THE TASK: Look through the data below and show every line that includes "words".

Stored items:
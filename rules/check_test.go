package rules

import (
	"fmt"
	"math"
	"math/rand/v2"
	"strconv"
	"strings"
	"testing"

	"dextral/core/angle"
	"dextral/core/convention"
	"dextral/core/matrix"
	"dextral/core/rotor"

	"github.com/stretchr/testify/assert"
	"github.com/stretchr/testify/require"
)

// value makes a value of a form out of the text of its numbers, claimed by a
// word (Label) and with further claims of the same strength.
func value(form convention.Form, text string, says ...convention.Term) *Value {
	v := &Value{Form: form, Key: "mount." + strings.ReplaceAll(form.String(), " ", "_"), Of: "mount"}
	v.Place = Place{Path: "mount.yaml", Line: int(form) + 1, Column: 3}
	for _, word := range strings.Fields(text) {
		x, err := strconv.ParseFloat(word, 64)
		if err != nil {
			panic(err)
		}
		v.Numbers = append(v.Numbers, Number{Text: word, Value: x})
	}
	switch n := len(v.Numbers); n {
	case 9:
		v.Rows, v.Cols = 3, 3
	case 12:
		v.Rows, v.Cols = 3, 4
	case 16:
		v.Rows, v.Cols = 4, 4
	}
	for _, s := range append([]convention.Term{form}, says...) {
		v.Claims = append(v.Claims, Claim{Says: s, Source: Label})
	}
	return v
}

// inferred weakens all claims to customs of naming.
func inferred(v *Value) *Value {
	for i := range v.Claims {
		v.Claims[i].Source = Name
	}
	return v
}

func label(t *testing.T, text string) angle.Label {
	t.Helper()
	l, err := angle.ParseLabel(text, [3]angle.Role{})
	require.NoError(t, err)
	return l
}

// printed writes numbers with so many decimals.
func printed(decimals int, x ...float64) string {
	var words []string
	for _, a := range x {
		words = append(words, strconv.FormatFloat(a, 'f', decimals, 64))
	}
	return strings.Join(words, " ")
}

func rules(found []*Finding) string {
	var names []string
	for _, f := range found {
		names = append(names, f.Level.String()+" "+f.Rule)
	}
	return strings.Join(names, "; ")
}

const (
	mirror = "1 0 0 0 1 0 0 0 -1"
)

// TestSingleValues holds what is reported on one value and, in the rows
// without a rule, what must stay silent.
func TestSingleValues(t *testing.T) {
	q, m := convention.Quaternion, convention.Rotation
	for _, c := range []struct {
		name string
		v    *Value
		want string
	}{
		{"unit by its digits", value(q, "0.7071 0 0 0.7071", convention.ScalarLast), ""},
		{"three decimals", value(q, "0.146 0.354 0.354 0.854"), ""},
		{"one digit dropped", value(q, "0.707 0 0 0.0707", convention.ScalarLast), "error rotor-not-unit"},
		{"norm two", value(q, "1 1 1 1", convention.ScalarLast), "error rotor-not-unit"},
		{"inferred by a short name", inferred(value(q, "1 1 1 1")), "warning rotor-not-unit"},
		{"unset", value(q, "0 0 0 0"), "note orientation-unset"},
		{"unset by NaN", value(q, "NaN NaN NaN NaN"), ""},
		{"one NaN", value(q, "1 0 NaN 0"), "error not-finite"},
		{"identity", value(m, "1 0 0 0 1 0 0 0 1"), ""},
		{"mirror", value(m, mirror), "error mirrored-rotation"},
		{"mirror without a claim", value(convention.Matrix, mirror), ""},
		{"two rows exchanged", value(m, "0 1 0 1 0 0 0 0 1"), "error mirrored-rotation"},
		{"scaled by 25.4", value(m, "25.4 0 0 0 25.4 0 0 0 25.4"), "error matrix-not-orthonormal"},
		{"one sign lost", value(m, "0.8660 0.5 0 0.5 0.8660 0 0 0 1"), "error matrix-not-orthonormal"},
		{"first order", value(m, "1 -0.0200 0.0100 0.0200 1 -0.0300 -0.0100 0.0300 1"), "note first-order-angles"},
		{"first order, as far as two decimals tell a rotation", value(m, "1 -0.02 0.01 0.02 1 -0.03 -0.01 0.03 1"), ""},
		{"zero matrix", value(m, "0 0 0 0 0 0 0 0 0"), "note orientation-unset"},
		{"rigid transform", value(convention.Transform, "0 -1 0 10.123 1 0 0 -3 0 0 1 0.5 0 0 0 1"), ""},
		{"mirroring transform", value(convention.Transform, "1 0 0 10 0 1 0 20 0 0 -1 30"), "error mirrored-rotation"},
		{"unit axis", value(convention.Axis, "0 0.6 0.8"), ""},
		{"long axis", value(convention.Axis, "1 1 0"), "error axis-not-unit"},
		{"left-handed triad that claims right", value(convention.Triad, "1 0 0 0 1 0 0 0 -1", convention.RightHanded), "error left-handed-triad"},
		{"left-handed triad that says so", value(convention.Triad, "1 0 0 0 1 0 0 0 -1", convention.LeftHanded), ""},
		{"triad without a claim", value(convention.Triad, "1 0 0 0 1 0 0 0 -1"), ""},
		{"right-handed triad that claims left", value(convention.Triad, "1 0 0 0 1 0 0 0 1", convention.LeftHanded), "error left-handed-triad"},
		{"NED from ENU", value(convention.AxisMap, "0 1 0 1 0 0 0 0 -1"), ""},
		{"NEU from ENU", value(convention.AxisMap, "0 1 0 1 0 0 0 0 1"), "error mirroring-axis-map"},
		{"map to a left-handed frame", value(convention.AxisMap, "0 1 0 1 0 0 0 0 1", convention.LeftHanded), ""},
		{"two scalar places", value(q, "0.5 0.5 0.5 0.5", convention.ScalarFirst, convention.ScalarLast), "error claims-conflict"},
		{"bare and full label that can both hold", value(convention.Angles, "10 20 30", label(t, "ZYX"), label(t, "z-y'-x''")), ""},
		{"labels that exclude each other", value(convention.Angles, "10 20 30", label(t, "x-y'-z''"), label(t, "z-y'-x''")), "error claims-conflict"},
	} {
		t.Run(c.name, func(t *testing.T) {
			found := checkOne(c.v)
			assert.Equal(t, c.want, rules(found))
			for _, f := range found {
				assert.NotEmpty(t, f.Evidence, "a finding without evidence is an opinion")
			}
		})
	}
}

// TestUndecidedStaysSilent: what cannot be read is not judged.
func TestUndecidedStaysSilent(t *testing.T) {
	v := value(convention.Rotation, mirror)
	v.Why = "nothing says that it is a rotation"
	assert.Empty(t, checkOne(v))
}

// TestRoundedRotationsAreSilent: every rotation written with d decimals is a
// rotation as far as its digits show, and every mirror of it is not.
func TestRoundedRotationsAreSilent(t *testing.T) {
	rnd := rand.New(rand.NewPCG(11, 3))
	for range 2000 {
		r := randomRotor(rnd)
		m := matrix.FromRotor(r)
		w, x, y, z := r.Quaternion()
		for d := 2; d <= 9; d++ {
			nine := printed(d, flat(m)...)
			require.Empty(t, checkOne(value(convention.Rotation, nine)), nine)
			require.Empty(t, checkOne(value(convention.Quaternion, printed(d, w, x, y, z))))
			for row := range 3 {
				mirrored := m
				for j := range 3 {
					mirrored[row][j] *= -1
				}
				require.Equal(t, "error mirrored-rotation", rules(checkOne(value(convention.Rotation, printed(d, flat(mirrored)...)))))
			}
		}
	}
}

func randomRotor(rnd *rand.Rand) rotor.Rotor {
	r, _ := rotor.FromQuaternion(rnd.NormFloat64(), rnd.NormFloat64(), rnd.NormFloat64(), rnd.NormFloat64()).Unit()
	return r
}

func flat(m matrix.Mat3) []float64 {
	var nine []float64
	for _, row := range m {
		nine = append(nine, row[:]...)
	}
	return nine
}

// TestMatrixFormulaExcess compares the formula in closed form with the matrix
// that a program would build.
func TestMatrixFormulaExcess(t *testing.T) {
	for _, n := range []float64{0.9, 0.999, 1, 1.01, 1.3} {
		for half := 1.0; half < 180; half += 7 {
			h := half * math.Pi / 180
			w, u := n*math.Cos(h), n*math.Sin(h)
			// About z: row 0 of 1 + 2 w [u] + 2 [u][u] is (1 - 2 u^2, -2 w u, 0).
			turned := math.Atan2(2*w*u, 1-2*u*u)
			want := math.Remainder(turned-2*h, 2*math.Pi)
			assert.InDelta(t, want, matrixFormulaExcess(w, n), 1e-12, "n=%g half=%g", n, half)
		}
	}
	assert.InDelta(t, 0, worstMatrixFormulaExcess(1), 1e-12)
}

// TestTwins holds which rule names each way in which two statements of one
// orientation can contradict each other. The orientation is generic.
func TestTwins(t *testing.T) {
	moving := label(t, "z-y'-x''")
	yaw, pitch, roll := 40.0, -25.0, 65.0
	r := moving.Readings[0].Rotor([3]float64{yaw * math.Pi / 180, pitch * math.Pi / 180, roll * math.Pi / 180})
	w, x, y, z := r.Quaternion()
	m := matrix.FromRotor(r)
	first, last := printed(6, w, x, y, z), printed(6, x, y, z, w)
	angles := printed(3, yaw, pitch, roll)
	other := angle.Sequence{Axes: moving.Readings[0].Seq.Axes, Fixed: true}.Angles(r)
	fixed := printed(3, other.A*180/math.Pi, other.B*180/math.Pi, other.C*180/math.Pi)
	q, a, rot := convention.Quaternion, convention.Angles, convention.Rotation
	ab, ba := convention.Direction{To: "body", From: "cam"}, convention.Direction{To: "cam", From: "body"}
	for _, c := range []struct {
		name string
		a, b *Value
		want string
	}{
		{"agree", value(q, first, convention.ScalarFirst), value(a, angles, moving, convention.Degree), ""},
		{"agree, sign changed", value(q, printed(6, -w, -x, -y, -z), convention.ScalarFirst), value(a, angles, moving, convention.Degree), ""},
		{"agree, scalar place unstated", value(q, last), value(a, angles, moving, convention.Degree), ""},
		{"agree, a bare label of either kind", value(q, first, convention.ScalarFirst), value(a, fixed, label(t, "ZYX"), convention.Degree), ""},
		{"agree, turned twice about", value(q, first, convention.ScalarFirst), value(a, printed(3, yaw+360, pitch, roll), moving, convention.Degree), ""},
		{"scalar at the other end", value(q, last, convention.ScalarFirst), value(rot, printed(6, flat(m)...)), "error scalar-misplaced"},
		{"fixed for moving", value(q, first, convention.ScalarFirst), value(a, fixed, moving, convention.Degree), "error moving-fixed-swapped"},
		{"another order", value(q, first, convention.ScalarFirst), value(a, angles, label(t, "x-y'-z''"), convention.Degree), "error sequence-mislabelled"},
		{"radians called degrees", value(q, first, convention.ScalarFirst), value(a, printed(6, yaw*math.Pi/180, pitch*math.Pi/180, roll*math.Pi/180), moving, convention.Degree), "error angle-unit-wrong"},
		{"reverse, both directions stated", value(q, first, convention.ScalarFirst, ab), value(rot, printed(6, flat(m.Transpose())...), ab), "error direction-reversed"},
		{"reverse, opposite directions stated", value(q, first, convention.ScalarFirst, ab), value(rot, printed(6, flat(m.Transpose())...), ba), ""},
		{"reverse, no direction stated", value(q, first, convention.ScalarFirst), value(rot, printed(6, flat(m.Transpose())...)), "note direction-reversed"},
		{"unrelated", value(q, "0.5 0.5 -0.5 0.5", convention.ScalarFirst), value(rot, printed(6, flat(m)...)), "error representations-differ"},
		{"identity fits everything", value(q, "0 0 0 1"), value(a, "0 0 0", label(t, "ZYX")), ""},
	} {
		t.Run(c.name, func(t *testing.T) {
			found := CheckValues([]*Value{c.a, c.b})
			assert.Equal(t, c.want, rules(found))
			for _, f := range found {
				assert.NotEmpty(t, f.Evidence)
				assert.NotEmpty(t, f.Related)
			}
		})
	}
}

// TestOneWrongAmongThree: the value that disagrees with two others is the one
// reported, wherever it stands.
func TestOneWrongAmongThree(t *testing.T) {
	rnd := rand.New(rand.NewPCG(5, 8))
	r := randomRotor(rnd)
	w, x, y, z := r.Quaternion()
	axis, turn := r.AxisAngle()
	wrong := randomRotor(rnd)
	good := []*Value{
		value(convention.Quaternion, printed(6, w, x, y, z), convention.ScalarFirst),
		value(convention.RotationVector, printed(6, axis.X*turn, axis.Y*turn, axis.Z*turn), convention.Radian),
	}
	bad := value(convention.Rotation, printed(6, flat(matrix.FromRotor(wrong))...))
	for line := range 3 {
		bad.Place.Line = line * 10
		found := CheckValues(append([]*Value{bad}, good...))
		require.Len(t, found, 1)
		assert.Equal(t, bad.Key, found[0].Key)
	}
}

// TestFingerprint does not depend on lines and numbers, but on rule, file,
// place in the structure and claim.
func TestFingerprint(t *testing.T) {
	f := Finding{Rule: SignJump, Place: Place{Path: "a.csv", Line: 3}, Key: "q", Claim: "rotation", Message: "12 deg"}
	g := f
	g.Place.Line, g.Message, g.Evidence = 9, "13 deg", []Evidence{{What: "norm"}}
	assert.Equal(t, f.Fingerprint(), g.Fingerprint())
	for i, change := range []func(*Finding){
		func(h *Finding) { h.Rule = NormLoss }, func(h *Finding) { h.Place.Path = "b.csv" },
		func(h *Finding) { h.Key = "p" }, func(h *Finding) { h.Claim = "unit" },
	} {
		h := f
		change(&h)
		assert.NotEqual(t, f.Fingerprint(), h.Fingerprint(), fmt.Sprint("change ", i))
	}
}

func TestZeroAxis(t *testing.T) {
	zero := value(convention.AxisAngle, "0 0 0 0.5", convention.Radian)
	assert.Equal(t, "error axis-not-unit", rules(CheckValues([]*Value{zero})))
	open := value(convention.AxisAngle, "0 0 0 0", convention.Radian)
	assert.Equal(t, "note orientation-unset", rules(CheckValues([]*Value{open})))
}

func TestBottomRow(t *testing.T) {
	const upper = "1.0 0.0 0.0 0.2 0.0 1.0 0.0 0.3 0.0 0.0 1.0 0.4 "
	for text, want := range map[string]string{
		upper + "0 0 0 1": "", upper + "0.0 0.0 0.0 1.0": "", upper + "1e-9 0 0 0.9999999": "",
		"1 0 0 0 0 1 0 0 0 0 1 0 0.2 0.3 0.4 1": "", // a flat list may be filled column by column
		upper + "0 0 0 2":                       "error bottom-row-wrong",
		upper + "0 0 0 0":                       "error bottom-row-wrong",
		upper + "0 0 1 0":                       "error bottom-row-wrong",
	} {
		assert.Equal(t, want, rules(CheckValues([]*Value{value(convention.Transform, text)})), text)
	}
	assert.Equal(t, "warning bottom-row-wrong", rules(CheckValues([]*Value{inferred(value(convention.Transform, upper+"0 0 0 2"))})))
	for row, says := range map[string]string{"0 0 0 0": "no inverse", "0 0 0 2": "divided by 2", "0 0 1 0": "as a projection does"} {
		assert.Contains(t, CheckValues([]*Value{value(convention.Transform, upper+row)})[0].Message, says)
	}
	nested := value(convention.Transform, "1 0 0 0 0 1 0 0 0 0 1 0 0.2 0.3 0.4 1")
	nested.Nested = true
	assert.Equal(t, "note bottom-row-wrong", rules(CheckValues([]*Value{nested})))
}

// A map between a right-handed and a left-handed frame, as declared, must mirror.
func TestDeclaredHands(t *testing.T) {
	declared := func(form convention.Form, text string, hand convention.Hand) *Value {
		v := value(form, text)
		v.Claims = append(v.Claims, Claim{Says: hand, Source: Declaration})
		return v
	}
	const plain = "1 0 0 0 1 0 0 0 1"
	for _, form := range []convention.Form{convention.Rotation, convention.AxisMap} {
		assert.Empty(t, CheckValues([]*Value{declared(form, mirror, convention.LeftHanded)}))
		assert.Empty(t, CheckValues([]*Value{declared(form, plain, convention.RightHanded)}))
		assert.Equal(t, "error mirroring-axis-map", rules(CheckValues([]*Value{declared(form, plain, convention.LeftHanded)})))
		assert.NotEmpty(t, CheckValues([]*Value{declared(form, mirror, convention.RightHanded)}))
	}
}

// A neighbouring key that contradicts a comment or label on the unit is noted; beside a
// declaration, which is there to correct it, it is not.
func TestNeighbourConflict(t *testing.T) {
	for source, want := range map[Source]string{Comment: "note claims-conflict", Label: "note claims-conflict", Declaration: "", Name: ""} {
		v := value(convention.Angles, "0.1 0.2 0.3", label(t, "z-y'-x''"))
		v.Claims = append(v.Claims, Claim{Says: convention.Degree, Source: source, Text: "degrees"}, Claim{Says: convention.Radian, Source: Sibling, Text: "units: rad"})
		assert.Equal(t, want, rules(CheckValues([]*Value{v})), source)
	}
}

TASK RESULT:
	var words []string
		words = append(words, strconv.FormatFloat(a, 'f', decimals, 64))
	return strings.Join(words, " ")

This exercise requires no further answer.